Look for the word "freqMhz" in the data below, and copy every line that holds it.

[Collected data]
====
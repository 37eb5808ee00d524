import { type PlanePoint, planeDistanceM } from '../clearance/planar';
import { type CoaxType } from './cable-table';
import { matchedLossDb, swrExtraLossDb } from './loss';

export type CoaxRunOptions = {
  /** Extra length for a drip loop, routing round obstacles and strain relief, as a fraction of the run. */
  slackFraction: number;
  /** At least this much slack. */
  minSlackM: number;
};
export const DEFAULT_COAX_RUN_OPTIONS: CoaxRunOptions = { slackFraction: 0.1, minSlackM: 2 };

export type CoaxPiece = { id: string; type: CoaxType; lengthM: number };

export type CoaxLoss = { type: CoaxType; matchedDb: number | null; swrExtraDb: number | null; totalDb: number | null };

export type CoaxRun = {
  operatingPositionId: string;
  /** Straight line on the ground from under the feed point to the operating position. */
  groundRouteM: number;
  /** From the feed point down to the ground. */
  dropM: number;
  slackM: number;
  runM: number;
  /** Loss of exactly runM of each cable type the club has (or, with no inventory, of each known type). */
  lossByType: CoaxLoss[];
  /** Single pieces at least runM long, best (lowest loss over its whole length) first. */
  reachingPieceIds: string[];
  /** The best way to make the run from the inventory: one piece, or two joined with a barrel. */
  best: { pieceIds: string[]; type: string; lengthM: number; totalDb: number | null } | null;
};

function lossOf(type: CoaxType, freqMhz: number, lengthM: number, swr: number): CoaxLoss {
  const matchedDb = matchedLossDb(type, freqMhz, lengthM);
  const swrExtraDb = matchedDb === null ? null : swrExtraLossDb(matchedDb, swr);
  return { type, matchedDb, swrExtraDb, totalDb: matchedDb === null || swrExtraDb === null ? null : matchedDb + swrExtraDb };
}

/** Unknown loss sorts after every known loss. */
function lossKey(db: number | null): number {
  return db === null ? Infinity : db;
}

/** The nearest operating position to the feed point, and the run to it. Null when none is recorded. */
export function planCoaxRun(args: {
  feedAt: PlanePoint;
  feedHeightM: number;
  freqMhz: number;
  swr: number;
  operatingPositions: readonly { id: string; at: PlanePoint }[];
  inventory: readonly CoaxPiece[];
  options?: CoaxRunOptions;
}): CoaxRun | null {
  const opts = args.options ?? DEFAULT_COAX_RUN_OPTIONS;
  let nearest: { id: string; d: number } | null = null;
  for (const p of args.operatingPositions) {
    const d = planeDistanceM(args.feedAt, p.at);
    if (!nearest || d < nearest.d) nearest = { id: p.id, d };
  }
  if (!nearest) return null;
  const base = nearest.d + args.feedHeightM;
  const slackM = Math.max(opts.minSlackM, base * opts.slackFraction);
  const runM = base + slackM;
  const types = [...new Set(args.inventory.map((c) => c.type))];
  const lossTypes: CoaxType[] = types.length > 0 ? types : ['RG-213', 'RG-8X', 'RG-58'];
  const lossByType = lossTypes.map((t) => lossOf(t, args.freqMhz, runM, args.swr)).sort((a, b) => lossKey(a.totalDb) - lossKey(b.totalDb));
  const pieceLoss = (p: CoaxPiece) => lossOf(p.type, args.freqMhz, p.lengthM, args.swr).totalDb;
  const reaching = args.inventory
    .filter((p) => p.lengthM >= runM)
    .map((p) => ({ p, db: pieceLoss(p) }))
    .sort((a, b) => lossKey(a.db) - lossKey(b.db) || a.p.lengthM - b.p.lengthM);
  let best: CoaxRun['best'] = null;
  if (reaching.length > 0) {
    const r = reaching[0];
    best = { pieceIds: [r.p.id], type: r.p.type, lengthM: r.p.lengthM, totalDb: r.db };
  } else {
    // Two pieces joined with a barrel connector (connector loss is negligible at HF).
    for (let i = 0; i < args.inventory.length; i++) {
      for (let j = i + 1; j < args.inventory.length; j++) {
        const a = args.inventory[i];
        const b = args.inventory[j];
        if (a.lengthM + b.lengthM < runM) continue;
        const la = lossOf(a.type, args.freqMhz, a.lengthM, 1).matchedDb;
        const lb = lossOf(b.type, args.freqMhz, b.lengthM, 1).matchedDb;
        const matched = la === null || lb === null ? null : la + lb;
        const totalDb = matched === null ? null : matched + swrExtraLossDb(matched, args.swr);
        if (!best || lossKey(totalDb) < lossKey(best.totalDb)) {
          best = { pieceIds: [a.id, b.id], type: a.type === b.type ? a.type : `${a.type}+${b.type}`, lengthM: a.lengthM + b.lengthM, totalDb };
        }
      }
    }
  }
  return {
    operatingPositionId: nearest.id,
    groundRouteM: nearest.d,
    dropM: args.feedHeightM,
    slackM,
    runM,
    lossByType,
    reachingPieceIds: reaching.map((r) => r.p.id),
    best,
  };
}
====
Response below
function lossOf(type: CoaxType, freqMhz: number, lengthM: number, swr: number): CoaxLoss {
  const matchedDb = matchedLossDb(type, freqMhz, lengthM);
  freqMhz: number;
  const lossByType = lossTypes.map((t) => lossOf(t, args.freqMhz, runM, args.swr)).sort((a, b) => lossKey(a.totalDb) - lossKey(b.totalDb));
  const pieceLoss = (p: CoaxPiece) => lossOf(p.type, args.freqMhz, p.lengthM, args.swr).totalDb;
        const la = lossOf(a.type, args.freqMhz, a.lengthM, 1).matchedDb;
        const lb = lossOf(b.type, args.freqMhz, b.lengthM, 1).matchedDb;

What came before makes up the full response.